# Appeal Advice



## pigwins (Mar 27, 2015)

My partners CSV has been rejected as they believe the skill set for the role exists in SA, its a ridiculous reason and forms the end of an 18 month battle after applying for the wrong visa initially.

We want to appeal, however my partner potentially has an offer from a UK based company who want to her employ her then send her over to SA on an intra company visa.

My question is can she appeal the CSV decision and subsequently apply for an intra company transfer visa or will it cause any issues?

Its worth noting the I am personally hated at the embassy and they now refuse to respond to any communication from my partner or myself, I have been extremely critical of the handling of the situation and they have been unable to provide satisfactory any answers. 

This came to head when the most senior member of immigration in London invited my partner to the embassy for an "interview", in which she simply said "I will never approve a CSV for you as I believe this job should have gone to a South Africa"

Thanks in advance

Lee


----------



## Oyibopeppeh (Sep 8, 2010)

I think that you'll be up against it with the CSV, especially if you've already been told that the skills already exist in SA.

For the IC visa just bear in mind that the applicant needs to have been employed for at least 6 months.


----------



## pigwins (Mar 27, 2015)

Thanks for the reply, its an awkward one with the CSV as she fits all criteria but was incorrectly advised to apply for a general work visa initially which was declined.

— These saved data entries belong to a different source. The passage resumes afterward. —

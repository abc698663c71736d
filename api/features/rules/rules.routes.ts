import { type ApiRouter, mount } from '#api/http/route.ts'
import { getRules, putRules } from '#shared/contracts/rules.contract.ts'
import type { RulesService } from './rules.service.ts'

export function mountRules(router: ApiRouter, rules: RulesService): void {
  mount(router, getRules, async ({ system }) => ({ body: await rules.get(system) }))
  mount(router, putRules, async ({ system, ifMatch, body }) => ({
    body: await rules.replace(system, ifMatch, body),
  }))
}
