import {
  type DerivedState,
  STATES,
  type SourceValue,
  type State,
  type SystemModel,
  type TokenModel,
} from './model.ts'
import { createRuleScopes, hasFields, type RuleScopes } from './rule-scopes.ts'

/** A model by position instead of id; -1 stands for what is missing. */
export interface ModelGraph {
  readonly model: SystemModel
  readonly rules: RuleScopes
  readonly tokenAt: ReadonlyMap<string, number>
  readonly themeAt: ReadonlyMap<string, number>
  /** By theme position; -1 for the base. */
  readonly parents: readonly number[]
  /** By theme position: token position of its ground and ink. */
  readonly grounds: readonly number[]
  readonly inks: readonly number[]
  /** The states that the token at a position lists, or has from its target. */
  statesAt(position: number): readonly DerivedState[]
}

/** The position of every theme's parent: the base has none, absent means the base. */
function parentsOf(model: SystemModel, themeAt: ReadonlyMap<string, number>): number[] {
  return model.themes.map((theme, position) => {
    if (position === 0) return -1
    return theme.from === undefined ? 0 : (themeAt.get(theme.from) ?? 0)
  })
}

type StatesAt = (position: number) => readonly DerivedState[] | undefined

/** An alias that lists no states has its target's; a chain is walked once for all on it. */
function createStatesAt(
  tokens: readonly TokenModel[],
  tokenAt: ReadonlyMap<string, number>,
  knownAt: StatesAt,
): ModelGraph['statesAt'] {
  const found: (readonly DerivedState[] | undefined)[] = new Array(tokens.length)
  return (position) => {
    const path: number[] = []
    let at: number | undefined = position
    let states: readonly DerivedState[] = []
    while (at !== undefined) {
      const token: TokenModel = tokens[at]!
      const known = found[at] ?? knownAt(at)
      const listed = known ?? (token.states.length > 0 ? token.states : undefined)
      if (listed !== undefined) {
        states = listed
        if (known === undefined) found[at] = listed
        break
      }
      path.push(at)
      found[at] = []
      at = token.value.kind === 'alias' ? tokenAt.get(token.value.token) : undefined
    }
    for (const passed of path) found[passed] = states
    return states
  }
}

/** What is known of a model's tokens before it is read. */
export interface KnownTokens {
  /** Present where the tokens are the same ones in the same order. */
  readonly tokenAt?: ReadonlyMap<string, number>
  readonly statesAt: StatesAt
}

/** Position of each item by id. */
export function positionsOf(
  items: readonly { readonly id: string }[],
): ReadonlyMap<string, number> {
  return new Map(items.map(({ id }, position) => [id, position]))
}

/** Reads a model into positions; the references it holds may be missing. */
export function createModelGraph(model: SystemModel, known?: KnownTokens): ModelGraph {
  const tokenAt = known?.tokenAt ?? positionsOf(model.tokens)
  const themeAt = positionsOf(model.themes)
  return {
    model,
    rules: createRuleScopes(model),
    tokenAt,
    themeAt,
    parents: parentsOf(model, themeAt),
    grounds: model.themes.map((theme) => tokenAt.get(theme.ground) ?? -1),
    inks: model.themes.map((theme) => tokenAt.get(theme.ink) ?? -1),
    statesAt: createStatesAt(model.tokens, tokenAt, known?.statesAt ?? (() => undefined)),
  }
}

/** A value and the position of the theme that sets it. */
export interface FoundValue {
  readonly theme: number
  readonly value: SourceValue
}

/**
 * The value set for a token's state in the nearest theme from the given one towards the base. A state's value
 * counts only where no nearer theme sets the token's rest.
 */
export function findValue(
  graph: ModelGraph,
  token: TokenModel,
  where: { readonly theme: number; readonly state: State },
): FoundValue | undefined {
  let theme = where.theme
  while (graph.parents[theme]! >= 0) {
    const set = token.values[graph.model.themes[theme]!.id]
    const value = set?.[where.state]
    if (value !== undefined) return { theme, value }
    if (set?.rest !== undefined) return undefined
    theme = graph.parents[theme]!
  }
  if (where.state === 'rest') return { theme, value: token.value }
  const value = token.values[graph.model.themes[theme]!.id]?.[where.state]
  return value === undefined ? undefined : { theme, value }
}

/** Whether an alias found in one theme still holds in another: no theme rule on the token itself lies between. */
export function isLive(
  graph: ModelGraph,
  token: TokenModel,
  span: { readonly from: number; readonly to: number },
): boolean {
  const own = token.rules?.themes
  if (own === undefined) return true
  for (let theme = span.to; theme !== span.from; theme = graph.parents[theme]!) {
    if (hasFields(own[graph.model.themes[theme]!.id])) return false
  }
  return true
}

/** Whether a theme leaves a token that is its ground or ink without a rest of its own; the base cannot. */
export function isRoleUnset(
  graph: ModelGraph,
  { token, theme }: { readonly token: number; readonly theme: number },
): boolean {
  if (theme === 0 || (graph.grounds[theme] !== token && graph.inks[theme] !== token)) return false
  const { id } = graph.model.themes[theme]!
  return graph.model.tokens[token]!.values[id]?.rest === undefined
}

/** Position of a state in STATES. */
export function stateAt(state: State): number {
  return STATES.indexOf(state)
}
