import { ENGINE_STAMP } from './engine.ts'
import { visitEntries } from './entries.ts'
import type { Evaluation } from './evaluation.ts'
import { createFindingWriter } from './finding-writer.ts'
import { createJudge, type JudgementOptions } from './judgement.ts'
import { themeOfRow } from './measured-row.ts'
import type { Finding, Outcome, Verdict } from './model.ts'

/** How an evaluation is judged and how much of it is written out. */
export interface VerdictOptions extends JudgementOptions {
  /** Which findings are written out, default `all`; counts cover all of them either way. */
  readonly include?: 'all' | 'not-pass' | 'none'
}

/**
 * Judges what was measured: entries by identity with their outcome, counts, advisories, and `fail` where a
 * breach gates. Findings stand in the order of their pairs.
 */
export function verdictOf(evaluation: Evaluation, options: VerdictOptions = {}): Verdict {
  const counts: Record<Outcome, number> = { pass: 0, breach: 0, waived: 0, exempt: 0, known: 0 }
  const findings: Finding[] = []
  const { include = 'all' } = options
  const judge = createJudge(evaluation, options)
  const write = createFindingWriter(evaluation)
  let fails = false
  for (const subject of evaluation.subjects) {
    visitEntries(evaluation, subject, judge, (measure, row, judgement, entry) => {
      const { outcome } = judgement
      counts[outcome]++
      if (outcome === 'breach' && themeOfRow(evaluation, measure, row).gating) fails = true
      if (include === 'none' || (include === 'not-pass' && outcome === 'pass')) return
      findings.push(write(measure, row, judgement, entry?.declared))
    })
  }
  return {
    verdict: fails ? 'fail' : 'pass',
    counts,
    findings,
    advisories: evaluation.advisories.flat(),
    engine: ENGINE_STAMP,
  }
}

/** The breaches of a verdict by identity, as `known` for another verdict that is compared with it. */
export function breachRatios(verdict: Verdict): Map<string, number> {
  const ratios = new Map<string, number>()
  for (const finding of verdict.findings) {
    if (finding.outcome === 'breach') ratios.set(finding.identity, finding.ratio)
  }
  return ratios
}
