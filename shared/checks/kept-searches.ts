import type { ColorPlace } from './color-place.ts'
import type { ColorProbe } from './color-probe.ts'
import { createColorProbe } from './color-probe.ts'
import type { Evaluation } from './evaluation.ts'
import type { NearestAt, PlacedColor } from './nearest-at.ts'
import { placeKey } from './repair-places.ts'
import { STATE_COUNT } from './resolved.ts'

/** What was found for places, kept until something that hangs on them moves: searching again would find the same. */
export interface KeptSearches {
  /** Absent where it has to be searched; null where nothing was found. */
  find(place: ColorPlace): PlacedColor | null | undefined
  keep(place: ColorPlace, search: NearestAt): void
  /** Forgets what shares a finding or a distinct set with a place that is about to move. */
  forget(evaluation: Evaluation, moved: ColorPlace): void
}

/** Findings and distinct sets that hang on a place. */
function hangingOn({ rows, values, evaluation }: ColorProbe): Set<string> {
  const hanging = new Set(rows.map(({ finding }) => finding.identity))
  const { themes, distinctSets = [] } = evaluation.resolved.model
  for (const { id, tokens } of distinctSets) {
    const isReached = [...themes.keys()].some((theme) =>
      [themes[theme]!.ground, ...tokens].some((token) =>
        values.reaches(token, theme * STATE_COUNT),
      ),
    )
    if (isReached) hanging.add(`distinct set ${id}`)
  }
  return hanging
}

export function createKeptSearches(): KeptSearches {
  const kept = new Map<string, { found: PlacedColor | null; hanging: ReadonlySet<string> }>()
  return {
    find: (place) => kept.get(placeKey(place))?.found,
    keep(place, { found = null, probe }) {
      kept.set(placeKey(place), { found, hanging: hangingOn(probe) })
    },
    forget(evaluation, moved) {
      const moving = hangingOn(createColorProbe(evaluation, moved))
      for (const [key, { hanging }] of kept) {
        if ([...moving].some((one) => hanging.has(one))) kept.delete(key)
      }
    },
  }
}
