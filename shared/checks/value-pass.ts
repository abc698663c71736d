import { type ModelGraph, stateAt } from './model-graph.ts'
import { type ModelFault, STATES } from './model.ts'
import { type ResolvedCell, STATE_COUNT } from './resolved.ts'
import { type LargestStep, largestStep } from './state-rule.ts'
import { computeValue, type ValuePass } from './value-computation.ts'
import { edgesOf, type ValuePlace } from './value-edges.ts'
import { planValue, type ValuePlan } from './value-plan.ts'

/** Aliases followed one after another, at most. */
const ALIAS_LIMIT = 32

const UNSEEN = 0
const OPEN = 1
const DONE = 2

/** A walk over the nodes: what is open is the path from a root to where it stands. */
interface Walk extends ValuePass {
  /** The rows of `cells` that this walk fills. */
  readonly rows: (ResolvedCell | undefined)[][]
  /** Nodes a token. */
  readonly width: number
  readonly progress: Uint8Array
  readonly plans: (ValuePlan | undefined)[]
  readonly largest: (LargestStep | undefined)[]
  readonly faults: ModelFault[]
  readonly reported: Set<string>
}

function placeOf(walk: Walk, node: number): ValuePlace {
  const { graph } = walk
  const row = Math.floor(node / STATE_COUNT)
  const themes = graph.parents.length
  const token = Math.floor(row / themes)
  const state = STATES[node % STATE_COUNT]!
  return { node, token, theme: row % themes, state, largest: walk.largest[token] }
}

/** Reports a cycle once, whatever the themes and states it appears in. */
function reportCycle(walk: Walk, stack: readonly number[], back: number): void {
  const { model } = walk.graph
  const open = stack.filter((node) => walk.progress[node] === OPEN)
  const places = [...open.slice(open.indexOf(back)), back].map((node) => placeOf(walk, node))
  const names = places.map(({ token }) => model.tokens[token]!.name)
  const key = [...new Set(names)].sort().join('\n')
  if (walk.reported.has(key)) return
  walk.reported.add(key)
  const [first] = places
  const theme = model.themes[first!.theme]!
  walk.faults.push({
    code: 'reference-cycle',
    detail: `Values refer to each other in theme ${theme.key}: ${names.join(' → ')}`,
    token: model.tokens[first!.token]!.id,
    theme: theme.id,
    state: first!.state,
  })
}

function reportDepth(walk: Walk, place: ValuePlace): void {
  const { model } = walk.graph
  const token = model.tokens[place.token]!
  const key = `depth ${token.id}`
  if (walk.reported.has(key)) return
  walk.reported.add(key)
  walk.faults.push({
    code: 'alias-depth',
    detail: `${token.name} follows more than ${ALIAS_LIMIT} aliases, one after another`,
    token: token.id,
    theme: model.themes[place.theme]!.id,
    state: place.state,
  })
}

/** Opens a node: plans it and puts what it needs on the stack. */
function openNode(walk: Walk, stack: number[], place: ValuePlace): void {
  const { graph, progress } = walk
  const plan = planValue(graph, graph.model.tokens[place.token]!, place)
  walk.plans[place.node] = plan
  progress[place.node] = OPEN
  for (const needed of edgesOf(graph, plan, place)) {
    if (needed < 0 || progress[needed] === DONE) continue
    if (progress[needed] === OPEN) reportCycle(walk, stack, needed)
    else stack.push(needed)
  }
}

function walkFrom(walk: Walk, root: number): void {
  const stack = [root]
  while (stack.length > 0) {
    const node = stack.at(-1)!
    if (walk.progress[node] === UNSEEN) {
      openNode(walk, stack, placeOf(walk, node))
      continue
    }
    stack.pop()
    if (walk.progress[node] === DONE) continue
    const place = placeOf(walk, node)
    const cell = computeValue(walk, walk.plans[node]!, place)
    walk.progress[node] = DONE
    walk.plans[node] = undefined
    walk.rows[place.token]![node % walk.width] = cell
    if (cell !== undefined && cell.aliasDepth > ALIAS_LIMIT) reportDepth(walk, place)
  }
}

/** Nodes of a token in the order of themes and states. */
function nodesOf(graph: ModelGraph, token: number): number[] {
  const first = token * graph.parents.length * STATE_COUNT
  const offsets = [0, ...graph.states[token]!.map(stateAt)]
  return graph.parents.flatMap((_, theme) =>
    offsets.map((offset) => first + theme * STATE_COUNT + offset),
  )
}

function createWalk(graph: ModelGraph): Walk {
  const width = graph.parents.length * STATE_COUNT
  const tokens = graph.model.tokens.length
  const rows: (ResolvedCell | undefined)[][] = new Array(tokens)
  return {
    graph,
    cells: rows,
    rows,
    width,
    directions: new Map(),
    progress: new Uint8Array(tokens * width),
    plans: new Array(tokens * width),
    largest: new Array(tokens),
    faults: [],
    reported: new Set(),
  }
}

/**
 * Computes the values of some tokens in one topological pass, without recursion.
 * @param known cells by token position, for the tokens that are not computed; left untouched
 */
export function passValues(
  graph: ModelGraph,
  tokens: readonly number[],
  known: readonly (readonly ResolvedCell[] | undefined)[],
): {
  readonly cells: readonly (readonly (ResolvedCell | undefined)[])[]
  readonly faults: readonly ModelFault[]
} {
  const walk = createWalk(graph)
  for (const [token, cells] of known.entries()) {
    if (cells === undefined) continue
    walk.cells[token] = cells
    walk.progress.fill(DONE, token * walk.width, (token + 1) * walk.width)
  }
  for (const token of tokens) {
    const model = graph.model.tokens[token]!
    walk.rows[token] = new Array(walk.width).fill(undefined)
    walk.largest[token] = largestStep(graph.states[token]!, (state) =>
      graph.rules.stateRuleOf(model, state),
    )
  }
  for (const token of tokens) {
    for (const node of nodesOf(graph, token)) {
      if (walk.progress[node] === UNSEEN) walkFrom(walk, node)
    }
  }
  return { cells: walk.cells, faults: walk.faults }
}
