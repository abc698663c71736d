/**
 * A ratio as logs and messages give it: four decimals, cut off and never rounded, so that 4.49999 never
 * reads 4.5000.
 */
export function truncatedRatio(ratio: number): string {
  const [whole, decimals = ''] = String(ratio).split('.')
  return `${whole}.${decimals.slice(0, 4).padEnd(4, '0')}`
}
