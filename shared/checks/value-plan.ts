import type {
  Adjustment,
  DerivedState,
  Reference,
  SourceValue,
  State,
  TokenModel,
} from './model.ts'
import { type FoundValue, findValue, isLive, type ModelGraph, stateAt } from './model-graph.ts'
import { STATE_COUNT } from './resolved.ts'
import { hasFields, type MergedStateRule, type MergedThemeRule } from './rule-scopes.ts'

/** How one (token, theme, state) is computed; decided by the model alone, before any colour is known. */
export type ValuePlan =
  | { readonly kind: 'set'; readonly value: Extract<SourceValue, { kind: 'color' }> }
  | {
      readonly kind: 'follow'
      readonly target: string
      readonly state: State
      /** Present for a derived value, absent for an alias. */
      readonly adjustment?: Adjustment
    }
  | { readonly kind: 'theme-rule'; readonly rule: MergedThemeRule }
  | { readonly kind: 'state-rule'; readonly state: DerivedState; readonly rule: MergedStateRule }

/** Position of a (token, theme, state) node. */
export function nodeAt(graph: ModelGraph, token: number, theme: number, state: State): number {
  return (token * graph.parents.length + theme) * STATE_COUNT + stateAt(state)
}

/** The state in which a target is read: its own where it lists it, else rest. */
function stateOfTarget(graph: ModelGraph, target: string, state: State): State {
  const position = graph.tokenAt.get(target)
  const lists =
    position !== undefined && graph.statesAt(position).some((listed) => listed === state)
  return lists ? state : 'rest'
}

/** Rest as a live value of one kind in a theme. */
function liveRest(graph: ModelGraph, token: TokenModel, theme: number): SourceValue | undefined {
  const rest = findValue(graph, token, { theme, state: 'rest' })!
  return isLive(graph, token, { from: rest.theme, to: theme }) ? rest.value : undefined
}

/** A value set for a state follows the target's rest, unless rest follows the same target in the same way. */
function followPlan(
  graph: ModelGraph,
  token: TokenModel,
  node: { readonly theme: number; readonly state: State; readonly found: FoundValue },
): ValuePlan {
  const { value } = node.found
  if (value.kind === 'color') return { kind: 'set', value }
  const rest = node.state === 'rest' ? value : liveRest(graph, token, node.theme)
  const isSame = rest?.kind === value.kind && rest.token === value.token
  const state = isSame ? stateOfTarget(graph, value.token, node.state) : 'rest'
  if (value.kind === 'alias') return { kind: 'follow', target: value.token, state }
  const { lightness, chroma, hue, alpha } = value
  return {
    kind: 'follow',
    target: value.token,
    state,
    adjustment: { lightness, chroma, hue, alpha },
  }
}

/** Decides how a token's value in a theme and state is computed. */
export function planValue(
  graph: ModelGraph,
  token: TokenModel,
  where: { readonly theme: number; readonly state: State },
): ValuePlan {
  const { theme, state } = where
  const found = findValue(graph, token, where)
  if (found !== undefined) {
    const isOwn = found.theme === theme
    const isLiveReference =
      found.value.kind !== 'color' && isLive(graph, token, { from: found.theme, to: theme })
    if (isOwn || isLiveReference) return followPlan(graph, token, { theme, state, found })
    return {
      kind: 'theme-rule',
      rule: graph.rules.themeRuleOf(token, graph.model.themes[theme]!.id),
    }
  }
  const derivedState = state as DerivedState // Rest is always found.
  if (!hasFields(token.rules?.states?.[derivedState])) {
    const rest = liveRest(graph, token, theme)
    if (rest?.kind === 'alias' && stateOfTarget(graph, rest.token, state) === state) {
      return { kind: 'follow', target: rest.token, state }
    }
  }
  return {
    kind: 'state-rule',
    state: derivedState,
    rule: graph.rules.stateRuleOf(token, derivedState),
  }
}

/** The rest position of a token that a rule refers to, -1 where it is missing. */
export function referenceAt(graph: ModelGraph, reference: Reference, theme: number): number {
  if (reference === 'ground') return graph.grounds[theme]!
  if (reference === 'ink') return graph.inks[theme]!
  return graph.tokenAt.get(reference.token) ?? -1
}
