import type * as z from 'zod'
import type { ModelFault, PrefixRules } from '#shared/checks/model.ts'
import { tokenNameSchema } from '#shared/contracts/fields.ts'
import { type Decision, refuseFaults, type SystemIndex } from '#shared/contracts/governed-system.ts'
import type { putRulesBody } from '#shared/contracts/rules.contract.ts'
import { type Reading, readRuleScope, readStateRules } from '#shared/contracts/wire-values.ts'

export type PutRulesBody = z.output<typeof putRulesBody>

/** The rules of the system and of its name prefixes, replaced whole. */
export function decideReplace(index: SystemIndex, body: PutRulesBody): Decision {
  const reading: Reading = { names: index.names, faults: [] }
  const states = readStateRules(body.states, '/states', reading)
  const prefixes = body.prefixes.map(({ prefix, ...scope }, at): PrefixRules => {
    const pointer = `/prefixes/${at}`
    if (!tokenNameSchema.safeParse(prefix).success) {
      reading.faults.push({ pointer: `${pointer}/prefix`, detail: 'Whole name segments only' })
    }
    if (body.prefixes.findIndex((other) => other.prefix === prefix) !== at) {
      const detail = `The rules of ${prefix} are given twice`
      reading.faults.push({ pointer: `${pointer}/prefix`, detail })
    }
    return { prefix, ...readRuleScope(scope, pointer, reading) }
  })
  if (reading.faults.length > 0) return refuseFaults(reading.faults)
  return { ok: true, edits: { states, prefixes }, pointerOf: pointersOf(index, prefixes) }
}

/** A fault of a token lies in the narrowest prefix that covers it, else in the rules of the system. */
function pointersOf({ tokensById }: SystemIndex, prefixes: readonly PrefixRules[]) {
  return (fault: ModelFault): string | undefined => {
    const name = fault.token === undefined ? undefined : tokensById.get(fault.token)?.name
    if (name === undefined) return undefined
    let narrowest = -1
    prefixes.forEach(({ prefix }, at) => {
      const covers = name === prefix || name.startsWith(`${prefix}.`)
      if (covers && prefix.length > (prefixes[narrowest]?.prefix.length ?? 0)) narrowest = at
    })
    return narrowest < 0 ? '/states' : `/prefixes/${narrowest}`
  }
}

A number of people with a skill set less than hers have had there CSV approved no problem. one within 8 days, its become a personal thing by the embassy in the UK.


----------



## CSVindia (Nov 28, 2016)

Oyibopeppeh said:


> I think that you'll be up against it with the CSV, especially if you've already been told that the skills already exist in SA.
> 
> For the IC visa just bear in mind that the applicant needs to have been employed for at least 6 months.


If the skill already exists in SA, shouldn't that skill be removed from the list?
Is there a yearly quota for a particular skill?

I always thought CSV had no limit/quota?


----------



## pigwins (Mar 27, 2015)

they were pretty much the questions I haveasked and they have refused to answer them. 

It links back to the incorrect application initially, the general visa was declined as they believed the skill set for the role she applied for existed here which was correct.

She subsequently applied for the correct visa/role which was different but they are refusing to budge.


----------



## CSVindia (Nov 28, 2016)

pigwins said:


> they were pretty much the questions I haveasked and they have refused to answer them.
> 
> It links back to the incorrect application initially, the general visa was declined as they believed the skill set for the role she applied for existed here which was correct.
> 
> She subsequently applied for the correct visa/role which was different but they are refusing to budge.


Have this in writing? Cause then you can raise this with DHA very effectively.


----------



## pigwins (Mar 27, 2015)

CSVindia said:


> Have this in writing? Cause then you can raise this with DHA very effectively.


I have been in contact with the DHA but no one has an y interest in helping


----------



## Oyibopeppeh (Sep 8, 2010)

There a quite useful FB group I found called "South African Visa Forum" you might want to try. It's a closed group, admission by sending a message to one of the admins.


----------